Each line in the entries that has the word "lines" has to be copied.

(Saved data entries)
--- START ---

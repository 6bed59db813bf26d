package org.seamwatch.schemas.plan;

import java.nio.file.Path;
import java.util.Collections;
import java.util.List;
import java.util.Map;
import java.util.TreeMap;

/**
 * A whole plan.
 *
 * @param file where it was read from
 * @param kafka client and Streams properties, as written
 * @param run how the service runs
 * @param topics names and sizes of the topics
 * @param geographies what is watched, where
 * @param deskFalseAlarmsPerYear false alarms a year that the whole desk accepts
 * @param series what is watched, and how
 */
public record Plan(
        Path file,
        Map<String, String> kafka,
        RunPlan run,
        TopicsPlan topics,
        List<GeographyPlan> geographies,
        double deskFalseAlarmsPerYear,
        List<SeriesPlan> series) {

    public Plan {
        // In the order of their names; the order of Map.copyOf differs from run to run.
        kafka = Collections.unmodifiableMap(new TreeMap<>(kafka));
        geographies = List.copyOf(geographies);
        series = List.copyOf(series);
    }
}
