package org.seamwatch.schemas.plan;

import java.util.ArrayList;
import java.util.Arrays;
import java.util.List;
import java.util.function.Function;
import org.jspecify.annotations.Nullable;

/** Reads one item of {@code series}. */
final class SeriesPlanReader {

    static final List<String> MEASURES = List.of("count", "rate", "eb-rate", "share-residual");

    private static final List<String> KEYS = List.of(
            "geography",
            "conditions",
            "from",
            "dayOf",
            "closeAfter",
            "reviseFor",
            "windowDays",
            "statistics",
            "measure",
            "permutations",
            "contiguity",
            "weights",
            "thinBelow",
            "share",
            "learning",
            "charts",
            "holidays");

    private SeriesPlanReader() {}

    static SeriesPlan read(YamlValue item, List<String> geographies) {
        YamlMap map = item.map().only(KEYS);
        YamlMap learning = map.map("learning", List.of("warmUpDays"));
        YamlValue from = map.get("from");
        int window = map.integer("windowDays", 1, 90, 1);
        List<StatisticName> statistics = statistics(map.get("statistics"));
        YamlValue measure = map.get("measure");
        return new SeriesPlan(
                map.required("geography").word("geography", geographies),
                conditions(map.required("conditions")),
                from == null ? null : from.date(),
                choice(map.get("dayOf"), "date", DayOf.values(), DayOf::word, DayOf.REPORT),
                map.days("closeAfter", 0, 365, 1),
                map.days("reviseFor", 0, 365, 28),
                window,
                statistics,
                measure == null ? "share-residual" : measure.word("measure", MEASURES),
                map.integer("permutations", 0, 99_999, 999),
                ContiguityReader.read(map.get("contiguity")),
                choice(map.get("weights"), "weights", WeightStyle.values(), WeightStyle::word, WeightStyle.BINARY),
                map.integer("thinBelow", 0, 1_000_000, 20),
                map.above0("share", 1),
                learning.integer("warmUpDays", 5, 3650, window > 1 ? 90 : 28),
                ChartsReader.read(map.get("charts"), statistics),
                holidays(map.get("holidays")));
    }

    private static List<String> conditions(YamlValue value) {
        List<String> conditions = new ArrayList<>();
        for (YamlValue item : value.filledList()) {
            if (conditions.contains(item.id())) {
                throw item.rule("must be there once, is \"" + item.id() + "\" again");
            }
            conditions.add(item.id());
        }
        return conditions;
    }

    private static List<StatisticName> statistics(@Nullable YamlValue value) {
        if (value == null) {
            return List.of(StatisticName.MORAN);
        }
        List<StatisticName> statistics = new ArrayList<>();
        for (YamlValue item : value.filledList()) {
            StatisticName name = choice(item, "statistic", StatisticName.values(), StatisticName::word);
            if (statistics.contains(name)) {
                throw item.rule("must be there once, is \"" + name.word() + "\" again");
            }
            statistics.add(name);
        }
        return statistics;
    }

    private static List<HolidayPlan> holidays(@Nullable YamlValue value) {
        if (value == null) {
            return List.of();
        }
        List<HolidayPlan> holidays = new ArrayList<>();
        for (YamlValue item : value.list()) {
            if (item.isMap()) {
                YamlMap map = item.map().only(List.of("day", "regions"));
                holidays.add(new HolidayPlan(map.required("day").date(), map.patterns("regions")));
            } else {
                holidays.add(new HolidayPlan(item.date(), "*"));
            }
        }
        return holidays;
    }

    /** The constant whose word is written, or the default where nothing is. */
    static <E> E choice(@Nullable YamlValue value, String what, E[] constants, Function<E, String> word, E otherwise) {
        return value == null ? otherwise : choice(value, what, constants, word);
    }

    private static <E> E choice(YamlValue value, String what, E[] constants, Function<E, String> word) {
        List<String> words = Arrays.stream(constants).map(word).toList();
        return constants[words.indexOf(value.word(what, words))];
    }
}
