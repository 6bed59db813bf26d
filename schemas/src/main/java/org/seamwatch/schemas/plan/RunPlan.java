package org.seamwatch.schemas.plan;

/**
 * How the service runs.
 *
 * @param threads stream threads, at least 1
 * @param standbys warm copies of each store, from 0
 */
public record RunPlan(int threads, int standbys) {

    public static RunPlan defaults() {
        return new RunPlan(2, 0);
    }
}
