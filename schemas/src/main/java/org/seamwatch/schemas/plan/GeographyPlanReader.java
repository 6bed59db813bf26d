package org.seamwatch.schemas.plan;

import java.nio.file.InvalidPathException;
import java.nio.file.Path;
import java.time.DateTimeException;
import java.time.ZoneId;
import java.util.List;
import java.util.TreeSet;
import org.jspecify.annotations.Nullable;

/** Reads one item of {@code geographies}. */
final class GeographyPlanReader {

    private static final List<String> KEYS = List.of(
            "file", "id", "timeZone", "regionId", "regionName", "population", "populationYear", "regions", "tolerance");

    private GeographyPlanReader() {}

    static GeographyPlan read(Path plan, YamlValue item) {
        YamlMap map = item.map().only(KEYS);
        YamlValue population = map.get("population");
        YamlValue year = map.get("populationYear");
        return new GeographyPlan(
                file(plan, map.required("file")),
                map.required("id").id(),
                zone(map.get("timeZone")),
                map.text("regionId", "id"),
                map.text("regionName", "name"),
                population == null ? null : population.text(),
                year == null ? null : year.integer(1900, 2200),
                map.patterns("regions"),
                tolerance(map.get("tolerance")));
    }

    private static Path file(Path plan, YamlValue value) {
        try {
            return plan.resolveSibling(value.text());
        } catch (InvalidPathException e) {
            throw value.rule("must be the path of a file");
        }
    }

    private static ZoneId zone(@Nullable YamlValue value) {
        if (value == null) {
            return ZoneId.of("UTC");
        }
        try {
            return ZoneId.of(value.text());
        } catch (DateTimeException e) {
            String near = Nearest.suggestion(value.text(), new TreeSet<>(ZoneId.getAvailableZoneIds()));
            throw value.error("unknown time zone \"" + value.text() + "\"" + near);
        }
    }

    private static double tolerance(@Nullable YamlValue value) {
        if (value == null) {
            return 0;
        }
        double tolerance = value.decimal();
        if (!(tolerance >= 0 && tolerance <= 1)) {
            throw value.rule("must be in 0 to 1 degrees, was " + value.text());
        }
        return tolerance;
    }
}
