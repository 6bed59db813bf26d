package org.seamwatch.schemas.plan;

import java.nio.file.Path;
import java.time.ZoneId;
import org.jspecify.annotations.Nullable;

/**
 * A geography as the plan names it.
 *
 * @param file the GeoJSON FeatureCollection, resolved against the plan's folder
 * @param id id of the geography, without {@code /} and {@code |}
 * @param timeZone whose calendar days are counted
 * @param regionId property with a region's id
 * @param regionName property with a region's name
 * @param population property with a region's population, which every region must have; null where the plan names none:
 *     then it is {@code population}, which all regions or none must have
 * @param populationYear year of the populations
 * @param regions which regions of the file: ids with {@code *} for any characters, commas between patterns
 * @param tolerance gaps and overlaps up to this many coordinate units (degrees) are closed; from 0
 */
public record GeographyPlan(
        Path file,
        String id,
        ZoneId timeZone,
        String regionId,
        String regionName,
        @Nullable String population,
        @Nullable Integer populationYear,
        String regions,
        double tolerance) {}
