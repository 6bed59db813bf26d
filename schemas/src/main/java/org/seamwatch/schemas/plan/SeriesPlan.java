package org.seamwatch.schemas.plan;

import java.time.LocalDate;
import java.util.Collections;
import java.util.List;
import java.util.Map;
import java.util.TreeMap;
import org.jspecify.annotations.Nullable;

/**
 * Series of one geography that are watched alike.
 *
 * @param geography id of the geography
 * @param conditions the conditions; each makes a series
 * @param from first day; by default the local date of the log's first timestamp less reviseForDays
 * @param dayOf which date of a report makes its day
 * @param closeAfterDays calendar days a day waits for reports after it has ended
 * @param reviseForDays days for which late reports revise a closed day
 * @param windowDays days whose cases are added for a statistic
 * @param statistics what is computed
 * @param measure what Moran's I is computed on: count, rate, eb-rate, share-residual
 * @param permutations random relabellings for p, from 0 (none)
 * @param contiguity which regions are neighbours
 * @param weights how much a neighbour weighs
 * @param thinBelow fewer cases in the window than this: the day is thin
 * @param share share of the desk's budget, relative to other series
 * @param warmUpDays days that teach before a chart is judged
 * @param charts charts of each statistic in {@code statistics}, never empty
 * @param holidays days whose regions are not judged
 */
public record SeriesPlan(
        String geography,
        List<String> conditions,
        @Nullable LocalDate from,
        DayOf dayOf,
        int closeAfterDays,
        int reviseForDays,
        int windowDays,
        List<StatisticName> statistics,
        String measure,
        int permutations,
        ContiguityRule contiguity,
        WeightStyle weights,
        int thinBelow,
        double share,
        int warmUpDays,
        Map<StatisticName, List<ChartPlan>> charts,
        List<HolidayPlan> holidays) {

    public SeriesPlan {
        conditions = List.copyOf(conditions);
        statistics = List.copyOf(statistics);
        // In the order of the statistics; the order of Map.copyOf differs from run to run.
        charts = Collections.unmodifiableMap(new TreeMap<>(charts));
        holidays = List.copyOf(holidays);
    }
}
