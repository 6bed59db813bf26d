package org.seamwatch.schemas.plan;

import java.util.List;

/** A statistic that a series can have. */
public enum StatisticName {
    MORAN("moran");

    private final String word;

    StatisticName(String word) {
        this.word = word;
    }

    /** The word in plan and records. */
    public String word() {
        return word;
    }

    /** Its charts where the plan gives none. */
    public List<ChartPlan> defaultCharts() {
        return switch (this) {
            case MORAN -> List.of(new ChartPlan.Ewma(0.2, 1, Sides.UPPER));
        };
    }
}
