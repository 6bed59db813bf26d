package org.seamwatch.schemas.plan;

import java.io.IOException;
import java.io.StringReader;
import java.nio.charset.CharacterCodingException;
import java.nio.file.Files;
import java.nio.file.NoSuchFileException;
import java.nio.file.Path;
import java.util.Set;
import java.util.TreeSet;
import org.seamwatch.schemas.InputException;
import org.yaml.snakeyaml.LoaderOptions;
import org.yaml.snakeyaml.Yaml;
import org.yaml.snakeyaml.error.Mark;
import org.yaml.snakeyaml.error.MarkedYAMLException;
import org.yaml.snakeyaml.error.YAMLException;
import org.yaml.snakeyaml.nodes.Node;

/** One YAML file while it is read: where it lies, and which keys were given. */
final class YamlFile {

    private final Path path;
    private final Set<String> given = new TreeSet<>();

    YamlFile(Path path) {
        this.path = path;
    }

    Path path() {
        return path;
    }

    /** Paths of the keys that have a value, such as {@code series[0].closeAfter}. */
    Set<String> given() {
        return given;
    }

    void give(String key) {
        given.add(key);
    }

    /** The one document, with lines. Tags are not resolved into objects, so a plan can create nothing. */
    YamlMap root() {
        Node root;
        try {
            root = new Yaml(new LoaderOptions()).compose(new StringReader(text()));
        } catch (MarkedYAMLException e) {
            Mark mark = e.getProblemMark();
            throw new InputException(
                    path + ":" + (mark == null ? 1 : mark.getLine() + 1) + ": not YAML: " + oneLine(e.getProblem()));
        } catch (YAMLException e) {
            throw new InputException(path + ": not YAML: " + oneLine(String.valueOf(e.getMessage())));
        }
        if (root == null) {
            throw new InputException(path + ": is empty, must have geographies and series");
        }
        return new YamlValue(this, "", root).map();
    }

    private String text() {
        try {
            return Files.readString(path);
        } catch (NoSuchFileException e) {
            throw new InputException(path + ": no such file");
        } catch (CharacterCodingException e) {
            throw new InputException(path + ": must be UTF-8, has bytes that are not");
        } catch (IOException e) {
            throw new InputException(
                    path + ": " + (Files.isDirectory(path) ? "is a folder, must be a file" : "cannot be read"));
        }
    }

    private static String oneLine(String message) {
        return message.lines().findFirst().orElse("");
    }

    InputException error(Node node, String message) {
        return new InputException(path + ":" + (node.getStartMark().getLine() + 1) + ": " + message);
    }
}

--- END ---

**TASK OUTPUT**
    /** The one document, with lines. Tags are not resolved into objects, so a plan can create nothing. */
        return message.lines().findFirst().orElse("");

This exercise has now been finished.